Labour MEP Edward Scicluna has denied suggesting increasing taxation to reduce public debt, an implication made by the Prime Minister.

“I strongly refute this claim by the Prime Minister, which is completely baseless and just a ploy to deflect attention,” Prof. Scicluna said in a statement.

Addressing the Nationalist Party’s General Council on Sunday, Lawrence Gonzi asked Opposition Leader Joseph Muscat whether, to reduce debt, he planned to increase taxes, as Prof. Scicluna had suggested on the TV programme Bondìplus.

Prof. Scicluna said his numerous contributions to the media during the Budget debate must have “annoyed the Prime Minister greatly”.

“I challenge the Prime Minister to quote the exact words I said, which, in his fertile imagination, were construed as me having advised taxation increases on industry in this economic situation,” he retorted.

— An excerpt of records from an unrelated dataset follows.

"""Constants a problem takes as known, and how well it may be taken that they are known."""

from __future__ import annotations

from collections.abc import Iterator
from dataclasses import dataclass, replace
from typing import TYPE_CHECKING

import numpy as np

from inverse.description.material.reference_values import DEFAULT_SPREAD
from inverse.description.quantities import QUANTITIES, quantity
from inverse.description.sample.slots import DEFAULT, Slot
from inverse.response.windows import delay_windows

if TYPE_CHECKING:
    from inverse.inference.inversion import Inversion
    from inverse.inference.problem.posterior import Member, Posterior

__all__ = [
    "DEFAULT_RELATIVE_SPREAD",
    "FixedConstant",
    "fixed_constants",
    "member_constants",
    "moved",
    "with_constant",
]

DEFAULT_RELATIVE_SPREAD = {
    **{field: spread for field, spread in DEFAULT_SPREAD.items() if field in QUANTITIES},
    "n_real": DEFAULT_SPREAD["n"],
    "n_imag": DEFAULT_SPREAD["n"],
    "thickness": 0.02,
    "density_ratio": 0.02,
    "compliance": 0.3,
    "boundary_conductance": 0.2,
    "attenuation_time": 0.3,
    "attenuation_exponent": 0.1,
    "quality_factor": 0.3,
    "electron_gruneisen": 0.2,
    "lattice_share": 0.3,
    "band_gap": 0.02,
    "deformation_potential": 0.2,
    "carrier_diffusivity": 0.3,
    "carrier_lifetime": 0.3,
    "surface_recombination": 0.5,
    "initial_stress": 0.2,
    "initial_stress_lifetime": 0.3,
    "pulse_rms": 0.05,
}
"""Relative standard uncertainty of a number that came without one, a choice of this project.

Material fields take the least spread of the reference tables. A perfect bond, ideal contact and absent losses
(0 or inf) are choices of a model, not uncertain numbers, and have none.
"""

TIME_ZERO_SPREAD = 0.1
"""Standard uncertainty of a time zero given as a number, over the rms width of the pulse; a choice as well."""


@dataclass(frozen=True)
class FixedConstant:
    """A number that was taken as known.

    Attributes
    ----------
    name : str
        Such as ``Al.heat_capacity``, ``pulse_rms`` or ``time_zero``.
    field : str
        Quantity.
    value, spread : float
        Value and standard uncertainty in `unit`.
    unit : str
    stated : bool
        The spread came with the number; otherwise it is the default of `DEFAULT_RELATIVE_SPREAD`.
    """

    name: str
    field: str
    value: float
    spread: float
    unit: str
    stated: bool


def fixed_constants(inversion: Inversion) -> tuple[FixedConstant, ...]:
    """List the uncertain numbers of a problem, each name once, in the order of the stack.

    Parameters
    ----------
    inversion : Inversion

    Returns
    -------
    tuple of FixedConstant
        With a spread above zero. The same name in several traces of a joint problem is one constant.
    """
    found = (c for member in inversion.posterior.members for c in member_constants(member).values())
    names: dict[str, FixedConstant] = {}
    for constant in found:
        names.setdefault(constant.name, constant)
    return tuple(names.values())


def member_constants(member: Member) -> dict[str, FixedConstant]:
    """Return the uncertain numbers of one trace's model by name."""
    return {c.name: c for c in _all(member) if c.spread > 0 and np.isfinite(c.value)}


def _all(member: Member) -> Iterator[FixedConstant]:
    for slot in member.model.bound.slots:
        if slot.prior is None and slot.source != DEFAULT:
            yield _of_slot(slot)
    width = member.model.pulse_rms
    yield FixedConstant(
        "pulse_rms", "pulse_rms", width, DEFAULT_RELATIVE_SPREAD["pulse_rms"] * width, "ps", False
    )
    if "time_zero" in member.fixed:
        yield FixedConstant(
            "time_zero", "time_zero", member.fixed["time_zero"], TIME_ZERO_SPREAD * width, "ps", False
        )


def _of_slot(slot: Slot) -> FixedConstant:
    spread = slot.spread or DEFAULT_RELATIVE_SPREAD.get(slot.field, 0.0) * abs(slot.value)
    return FixedConstant(
        slot.name, slot.field, slot.value, spread, QUANTITIES[slot.field].unit, slot.spread > 0
    )


def with_constant(posterior: Posterior, name: str, spreads: float) -> Posterior:
    """Return a problem in which one constant is moved by some of its spreads."""
    return replace(posterior, members=tuple(moved(member, name, spreads) for member in posterior.members))


def moved(member: Member, name: str, spreads: float) -> Member:
    """Return a trace's model in which one constant, if it has it, is moved by some of its spreads."""
    constant = member_constants(member).get(name)
    if constant is None:
        return member
    value = _value_at(constant, spreads)
    if name != "pulse_rms":
        return replace(member, fixed={**member.fixed, name: value})
    model = member.model
    grid = delay_windows(model.delay[model.used], value, model.earliest)
    return replace(member, model=replace(model, pulse_rms=value, grid=grid))


def _value_at(constant: FixedConstant, spreads: float) -> float:
    """Return a constant moved by some of its spreads, by a factor if it is known to no better than a third."""
    q = quantity(constant.field)
    if constant.value > 0 and constant.spread > constant.value / 3:
        return float(constant.value * np.exp(spreads * constant.spread / constant.value))
    return float(np.clip(constant.value + spreads * constant.spread, q.low, q.high))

Prof. Scicluna said the only occasion where the issue of taxes arose was on last week’s Bondìplus that discussed the extension of maternity leave when, according to him, the interviewer tried “to put words” in his mouth.

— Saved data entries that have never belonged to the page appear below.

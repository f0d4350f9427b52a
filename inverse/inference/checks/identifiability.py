"""What data and priors each contribute, from the curvature of the likelihood at draws of the posterior.

In the standard normal variables z of the priors the posterior's local precision is ``P = F + 1``, F the Fisher
information of the data with the linear coefficients eliminated. With ``C = P^-1``,

``C = C F C + C C``,  ``C_ii = (C F C)_ii + sum_j C_ij^2``:

the share of unknown i's variance that comes from the prior on j is ``C_ij^2 / C_ii``, what is left is the data's. An
eigenvalue of C is 1 where the data say nothing and 0 where they say all. Curved ridges are straight to their
draws: everything is computed at draws of the posterior and put together afterwards.
"""

from __future__ import annotations

from dataclasses import dataclass

import numpy as np
from numpy.typing import NDArray

from inverse.inference.inversion import Inversion
from inverse.inference.minima.projection import Projected

__all__ = ["Local", "Ridge", "local_covariances", "ridges"]

Array = NDArray[np.float64]

OPEN = 0.5
"""A direction is open where the prior supplies at least this part of its precision."""

CARRIED = 0.75
"""An unknown is carried by open directions where they supply at least this part of its variance."""

_LINKED = 0.5
_STEP = 1e-4


@dataclass(frozen=True)
class Local:
    """Curvature at draws of the posterior.

    Attributes
    ----------
    names : tuple of str
        Unknowns other than noise.
    covariance : array, shape (draws, unknowns, unknowns)
        C, in standard normal variables.
    slope : array, shape (draws, unknowns)
        d(value) / dz.
    values : array, shape (draws, unknowns)
    """

    names: tuple[str, ...]
    covariance: Array
    slope: Array
    values: Array

    @property
    def prior_shares(self) -> Array:
        """Share of the variance of each unknown (row) that comes from each prior (column), mean over draws."""
        diagonal = np.diagonal(self.covariance, axis1=1, axis2=2)
        return np.asarray((self.covariance**2 / diagonal[:, :, None]).mean(axis=0))


@dataclass(frozen=True)
class Ridge:
    """Unknowns that the data do not tell apart.

    Attributes
    ----------
    free : tuple of int
        Unknowns whose priors make the split.
    tied : tuple of int
        Unknowns that follow them.
    """

    free: tuple[int, ...]
    tied: tuple[int, ...]


def local_covariances(inversion: Inversion, z: Array) -> Local:
    """Compute the curvature at points of the posterior.

    Parameters
    ----------
    inversion : Inversion
    z : array, shape (draws, unknowns)
        Standard normal variables, noise included.
    """
    physical = np.array([name not in inversion.noise_names for name in inversion.names])
    to_values = inversion.posterior.parameters.to_values
    covariance = []
    for point in z:
        residuals = Projected(inversion.posterior.as_gaussian(point), physical, point)
        x = point[physical]
        shifted = x + _STEP * np.concatenate([np.eye(x.size), -np.eye(x.size)])
        found = residuals(shifted)
        jacobian = (found[: x.size] - found[x.size :]) / (2 * _STEP)
        covariance.append(np.linalg.inv(jacobian @ jacobian.T))
    slope = (to_values(z + _STEP) - to_values(z - _STEP)) / (2 * _STEP)
    names = tuple(name for name in inversion.names if name not in inversion.noise_names)
    return Local(names, np.array(covariance), slope[:, physical], to_values(z)[:, physical])


def ridges(covariance: Array) -> tuple[Ridge, ...]:
    """Find the groups of unknowns that the data do not tell apart.

    Parameters
    ----------
    covariance : array, shape (draws, unknowns, unknowns)
        C at draws of the posterior; a link holds if it does at most of them.

    Returns
    -------
    tuple of Ridge
        Each of two unknowns or more. An unknown of which the data say nothing at all is in none.
    """
    links = np.mean([_links(c) for c in covariance], axis=0) > 0.5
    return tuple(_ridge(group, covariance) for group in _groups(links) if len(group) > 1)


def _links(covariance: Array) -> NDArray[np.bool_]:
    """Which unknowns are carried by the same open direction, at one draw."""
    size, vectors = np.linalg.eigh(covariance)
    is_open = size > OPEN
    part = (vectors[:, is_open] * size[is_open]) @ vectors[:, is_open].T
    own = np.maximum(part.diagonal(), 1e-150)
    carried = own / covariance.diagonal() > CARRIED
    together = np.abs(part) / np.sqrt(np.outer(own, own)) > _LINKED
    return np.asarray(together & np.outer(carried, carried))


def _groups(links: NDArray[np.bool_]) -> list[list[int]]:
    """Split into connected components."""
    left, groups = set(range(len(links))), []
    while left:
        front, group = [left.pop()], []
        while front:
            i = front.pop()
            group.append(i)
            near = {j for j in left if links[i, j]}
            left -= near
            front += near
        groups.append(sorted(group))
    return groups


def _ridge(group: list[int], covariance: Array) -> Ridge:
    """Choose as free the unknowns with the widest distributions in units of their priors, one per open direction."""
    block = covariance[:, group][:, :, group]
    open_count = int(np.median([(np.linalg.eigvalsh(b) > OPEN).sum() for b in block]))
    rest, free = block.copy(), []
    for _ in range(min(max(open_count, 1), len(group) - 1)):
        i = int(np.argmax(np.diagonal(rest, axis1=1, axis2=2).mean(axis=0)))
        free.append(i)
        column = rest[:, :, i]
        rest = (
            rest - column[:, :, None] * column[:, None, :] / np.maximum(rest[:, i, i], 1e-300)[:, None, None]
        )
    tied = [i for i in range(len(group)) if i not in free]
    return Ridge(tuple(group[i] for i in free), tuple(group[i] for i in tied))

“When I remarked that, unlike other European countries, Malta sees the full cost of maternity leave being borne by the employers of female workers I also said that in other countries the cost is less burdensome and less discriminatory because it is shared,” he said. “At this point, the interviewer, visibly and audibly prompted by the Finance Minister (who was in the studio), asked me whether I am suggesting that the cost be added to the national insurance contribution.”

Prof. Scicluna said that during the programme he insisted that was not what he was suggesting.

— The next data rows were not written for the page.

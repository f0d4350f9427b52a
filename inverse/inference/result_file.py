"""A result as one NetCDF file, which appears whole or not at all, and whose damage does not pass unseen."""

from __future__ import annotations

import hashlib
import os
from collections.abc import Mapping
from pathlib import Path
from typing import TYPE_CHECKING, Any

import numpy as np

from inverse.description.arguments import checked_path

if TYPE_CHECKING:
    import xarray as xr

__all__ = ["load", "save"]

_SEAL = "sha256"


def save(result: xr.DataTree, path: str | os.PathLike[str]) -> Path:
    """Write a result to one NetCDF file; the file appears whole or not at all, and damage to it does not pass unseen.

    Every array carries Fletcher's checksum, which any reader of HDF5 checks; a hash of all there is, `load` checks.

    Parameters
    ----------
    result : xarray.DataTree
    path : path
        Ends in ``.nc``.

    Raises
    ------
    ValueError
        If the path does not end in .nc, its folder does not exist, or `result` is not a sampling result.
    """
    target = checked_path(path)
    if not hasattr(result, "to_netcdf") or "inverse" not in getattr(result, "attrs", {}):
        raise ValueError(f"save takes the result of sample_posterior, not {type(result).__name__}.")
    if target.suffix != ".nc":
        raise ValueError(f"'{target.name}' does not end in .nc; results are NetCDF files.")
    if not target.parent.is_dir():
        raise ValueError(f"The folder '{target.parent}' does not exist; create it first.")
    part = target.with_name(f".{target.name}.{os.getpid()}.part")
    try:
        sealed = result.copy()
        sealed.attrs[_SEAL] = _hash(result)
        sealed.to_netcdf(part, engine="h5netcdf", encoding=_checksums(result))
        part.replace(target)
    finally:
        part.unlink(missing_ok=True)
    return target


def load(path: str | os.PathLike[str]) -> xr.DataTree:
    """Read a result that `save` wrote.

    Raises
    ------
    ValueError
        If the file does not exist, is damaged or holds no result of this library.
    """
    import h5py
    import xarray as xr

    source = checked_path(path)
    if not source.is_file():
        raise ValueError(f"There is no file '{source}'.")
    try:
        # h5netcdf leaves noise behind where a file cannot be opened at all.
        h5py.File(source, "r").close()
        with xr.open_datatree(source, engine="h5netcdf") as tree:
            loaded = tree.load()
    # What damage makes of HDF5's own tables ends in any of these, some without a word.
    except (OSError, ValueError, KeyError, RuntimeError, TypeError, AttributeError, IndexError) as error:
        said = str(error) or type(error).__name__
        raise ValueError(
            f"'{source}' is damaged or not a NetCDF file this library can read ({said}); take another copy of it."
        ) from None
    if "inverse" not in loaded.attrs:
        raise ValueError(f"'{source}' holds no result of sample_posterior.")
    seal = loaded.attrs.pop(_SEAL, None)
    if seal != _hash(loaded):
        raise ValueError(
            f"'{source}' does not hold what save wrote: it is damaged or was changed since; take another copy of it."
        )
    _refuse_holes(source, loaded)
    return loaded


def _checksums(result: xr.DataTree) -> dict[str, dict[str, dict[str, Any]]]:
    """Ask for a checksum of every array; a scalar has no chunks that could carry one."""
    return {
        node.path: {
            str(name): {"fletcher32": True}
            for name, variable in node.to_dataset(inherit=False).variables.items()
            if variable.ndim and variable.size and variable.dtype.kind in "biuf"
        }
        for node in result.subtree
    }


def _hash(result: xr.DataTree) -> str:
    """Hash what a result holds: names, numbers and attributes, whatever their order and width in the file."""
    digest = hashlib.sha256()
    for node in sorted(result.subtree, key=lambda node: node.path):
        digest.update(f"{node.path}{_plain(node.attrs)}".encode())
        for name, variable in sorted(node.to_dataset(inherit=False).variables.items(), key=str):
            digest.update(f"{name}{variable.dims}{variable.shape}{_plain(variable.attrs)}".encode())
            kind = variable.dtype.kind
            wide = {"f": np.float64, "c": np.complex128, "b": np.int64, "i": np.int64, "u": np.int64}.get(
                kind
            )
            text = str(variable.values.tolist()).encode() if wide is None else None
            digest.update(text or np.ascontiguousarray(variable.values, dtype=wide).tobytes())
    return digest.hexdigest()


def _plain(attrs: Mapping[Any, Any]) -> list[tuple[str, str]]:
    return sorted((str(key), str(np.asarray(value).tolist())) for key, value in attrs.items() if key != _SEAL)


def _refuse_holes(source: Path, loaded: xr.DataTree) -> None:
    """Refuse draws of an unknown that are not finite or not laid out as chain and draw."""
    groups = loaded.children
    if "posterior" not in groups:
        raise ValueError(f"'{source}' is damaged: it has no group 'posterior'; take another copy of it.")
    for name, variable in groups["posterior"].to_dataset().data_vars.items():
        if variable.attrs.get("role") == "derived":
            continue
        if variable.dims[:2] != ("chain", "draw") or not np.isfinite(variable.values).all():
            raise ValueError(
                f"'{source}' is damaged: the draws of {name} are not finite numbers on (chain, draw); take another "
                "copy of it."
            )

“With continued badgering on this point I continued repeating several times that this burden already exists on industry, so no new burdens are being suggested,” he said.

Prof. Scicluna added that the government was getting “hysterical” because it was in a tight spot and urged the Prime Minister to heed European Economic and ­Monetary Affairs Commissioner Olli Rehn’s warning letter and prove by December that the fiscal measures adopted in the Budget were “sufficient”, “permanent” and “convincing”.